Exercise instructions: Set down again exactly the lines of the listing below that fall between the line holding "package ingest_test" and the line holding "rng := rand.New(rand.NewPCG(seed, 0))", inclusive.

Input for this task:
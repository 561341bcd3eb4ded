package ingest_test

import (
	"bytes"
	"encoding/csv"
	"errors"
	"fmt"
	"io"
	"math/rand/v2"
	"strconv"
	"strings"
	"testing"
	"time"
	_ "time/tzdata" // the zones below, whatever the machine has installed

	"driftfit/ingest"
)

// historianCSV writes an export as a process historian makes it: the
// given delimiter, its own column names with extra columns around them,
// wall-clock times without offset ("2026-03-29 02:30:00", some with a
// fraction or a T), ids holding the delimiter quoted.
func historianCSV(rng *rand.Rand, comma byte, rows int, start time.Time) []byte {
	var b bytes.Buffer
	d := string(comma)
	b.WriteString("Quality" + d + "Tag" + d + "Timestamp" + d + "Value" + d + "Description\r\n")
	at := start
	for i := range rows {
		// Steps of 1 to 90 minutes, so a run crosses both changes of
		// summer time when it starts a little before them.
		at = at.Add(time.Duration(1+rng.IntN(90)) * time.Minute)
		ts := at.Format("2006-01-02 15:04:05")
		switch rng.IntN(4) {
		case 0:
			ts = at.Format("2006-01-02T15:04:05")
		case 1:
			ts += "." + strconv.Itoa(rng.IntN(1000))
		}
		tag := fmt.Sprintf("qm.u%d.tt-%03d", rng.IntN(4), rng.IntN(50))
		if i%7 == 0 {
			tag = `"` + tag + d + `x"`
		}
		fmt.Fprintf(&b, "Good%s%s%s%s%s%s%s\"note %d\"\r\n", d, tag, d, ts, d, strconv.FormatFloat(rng.NormFloat64()*100, 'g', -1, 64), d, i)
	}
	return b.Bytes()
}

// TestCSVReader_Historian reads historian exports with CSVOptions and
// checks every row against the references: encoding/csv with the same
// Comma for the fields, time.ParseInLocation for the wall-clock times,
// strconv.ParseFloat for the values.
func TestCSVReader_Historian(t *testing.T) {
	const seed = 7
	t.Logf("seed %d", seed)
	rng := rand.New(rand.NewPCG(seed, 0))
	for _, tc := range []struct {
		zone  string
		comma byte
		start string // shortly before a change of summer time
	}{
		{"Europe/Berlin", ';', "2026-03-28 20:00:00"}, // CET → CEST on 2026-03-29 02:00
		{"Europe/Berlin", ';', "2026-10-24 20:00:00"}, // CEST → CET on 2026-10-25 03:00
		{"America/Chicago", '\t', "2026-03-07 20:00:00"},
		{"UTC", '|', "2026-01-01 00:00:00"},
	} {
		t.Run(tc.zone+" "+strconv.QuoteRune(rune(tc.comma)), func(t *testing.T) {
			loc, err := time.LoadLocation(tc.zone)
			if err != nil {
				t.Fatal(err)
			}
			start, _ := time.ParseInLocation(time.DateTime, tc.start, loc)
			data := historianCSV(rng, tc.comma, 300, start)

			ref := csv.NewReader(bytes.NewReader(data))
			ref.Comma = rune(tc.comma)
			header, err := ref.Read()
			if err != nil {
				t.Fatal(err)
			}
			col := map[string]int{}
			for i, h := range header {
				col[h] = i
			}
			cr, err := ingest.NewCSVReaderOptions(bytes.NewReader(data), ingest.CSVOptions{
				Sensor: "Tag", Time: "Timestamp", Value: "Value", Comma: tc.comma, Location: loc})
			if err != nil {
				t.Fatal(err)
			}
			n := 0
			for ; ; n++ {
				rec, err := ref.Read()
				if err == io.EOF {
					break
				}
				if err != nil {
					t.Fatal(err)
				}
				if !cr.Next() {
					t.Fatalf("row %d: CSVReader ended early: %v", n, cr.Err())
				}
				id, rd, err := cr.Row()
				if err != nil {
					t.Fatalf("row %d %q: %v", n, rec, err)
				}
				layout := time.DateTime
				if strings.Contains(rec[col["Timestamp"]], "T") {
					layout = "2006-01-02T15:04:05"
				}
				wantT, err := time.ParseInLocation(layout, rec[col["Timestamp"]], loc)
				if err != nil {
					t.Fatal(err)
				}
				wantV, _ := strconv.ParseFloat(rec[col["Value"]], 64)
				if string(id) != rec[col["Tag"]] || rd.UnixNano != wantT.UnixNano() || rd.Value != wantV {
					t.Errorf("row %d: %s %d %v; want %s %d (%v) %v", n, id, rd.UnixNano, rd.Value, rec[col["Tag"]], wantT.UnixNano(), wantT, wantV)
				}
			}
			if cr.Next() {
				t.Errorf("CSVReader has rows after encoding/csv's %d", n)
			}
		})
	}
}

func TestCSVReader_OptionErrors(t *testing.T) {
	for _, tc := range []struct {
		name string
		in   string
		o    ingest.CSVOptions
		want error
		text string
	}{
		{"quote delimiter", "a\"b\n", ingest.CSVOptions{Comma: '"'}, ingest.ErrDelimiter, `'"'`},
		{"line end delimiter", "a\nb\n", ingest.CSVOptions{Comma: '\n'}, ingest.ErrDelimiter, `'\n'`},
		{"mapped column missing", "Tag;Time;Value\n", ingest.CSVOptions{Sensor: "Tag", Time: "Timestamp", Comma: ';'}, ingest.ErrMissingColumn, `"Timestamp"`},
		{"default names under another delimiter", "sensor,time,value\n", ingest.CSVOptions{Comma: ';'}, ingest.ErrMissingColumn, `"sensor"`},
	} {
		t.Run(tc.name, func(t *testing.T) {
			_, err := ingest.NewCSVReaderOptions(strings.NewReader(tc.in), tc.o)
			if !errors.Is(err, tc.want) || !strings.Contains(err.Error(), tc.text) {
				t.Errorf("NewCSVReaderOptions = %v, want %v naming %s", err, tc.want, tc.text)
			}
		})
	}
	// Without a Location, a time without offset is a bad row naming it.
	cr, err := ingest.NewCSVReader(strings.NewReader("sensor,time,value\na,2026-03-01 12:00:00,1\n"))
	if err != nil {
		t.Fatal(err)
	}
	cr.Next()
	if _, _, err := cr.Row(); !errors.Is(err, ingest.ErrTimeSyntax) || !strings.Contains(err.Error(), `time "2026-03-01 12:00:00"`) {
		t.Errorf("local time without Location: %v, want ErrTimeSyntax naming the field", err)
	}
}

Task answer:
package ingest_test

import (
	"bytes"
	"encoding/csv"
	"errors"
	"fmt"
	"io"
	"math/rand/v2"
	"strconv"
	"strings"
	"testing"
	"time"
	_ "time/tzdata" // the zones below, whatever the machine has installed

	"driftfit/ingest"
)

// historianCSV writes an export as a process historian makes it: the
// given delimiter, its own column names with extra columns around them,
// wall-clock times without offset ("2026-03-29 02:30:00", some with a
// fraction or a T), ids holding the delimiter quoted.
func historianCSV(rng *rand.Rand, comma byte, rows int, start time.Time) []byte {
	var b bytes.Buffer
	d := string(comma)
	b.WriteString("Quality" + d + "Tag" + d + "Timestamp" + d + "Value" + d + "Description\r\n")
	at := start
	for i := range rows {
		// Steps of 1 to 90 minutes, so a run crosses both changes of
		// summer time when it starts a little before them.
		at = at.Add(time.Duration(1+rng.IntN(90)) * time.Minute)
		ts := at.Format("2006-01-02 15:04:05")
		switch rng.IntN(4) {
		case 0:
			ts = at.Format("2006-01-02T15:04:05")
		case 1:
			ts += "." + strconv.Itoa(rng.IntN(1000))
		}
		tag := fmt.Sprintf("qm.u%d.tt-%03d", rng.IntN(4), rng.IntN(50))
		if i%7 == 0 {
			tag = `"` + tag + d + `x"`
		}
		fmt.Fprintf(&b, "Good%s%s%s%s%s%s%s\"note %d\"\r\n", d, tag, d, ts, d, strconv.FormatFloat(rng.NormFloat64()*100, 'g', -1, 64), d, i)
	}
	return b.Bytes()
}

// TestCSVReader_Historian reads historian exports with CSVOptions and
// checks every row against the references: encoding/csv with the same
// Comma for the fields, time.ParseInLocation for the wall-clock times,
// strconv.ParseFloat for the values.
func TestCSVReader_Historian(t *testing.T) {
	const seed = 7
	t.Logf("seed %d", seed)
	rng := rand.New(rand.NewPCG(seed, 0))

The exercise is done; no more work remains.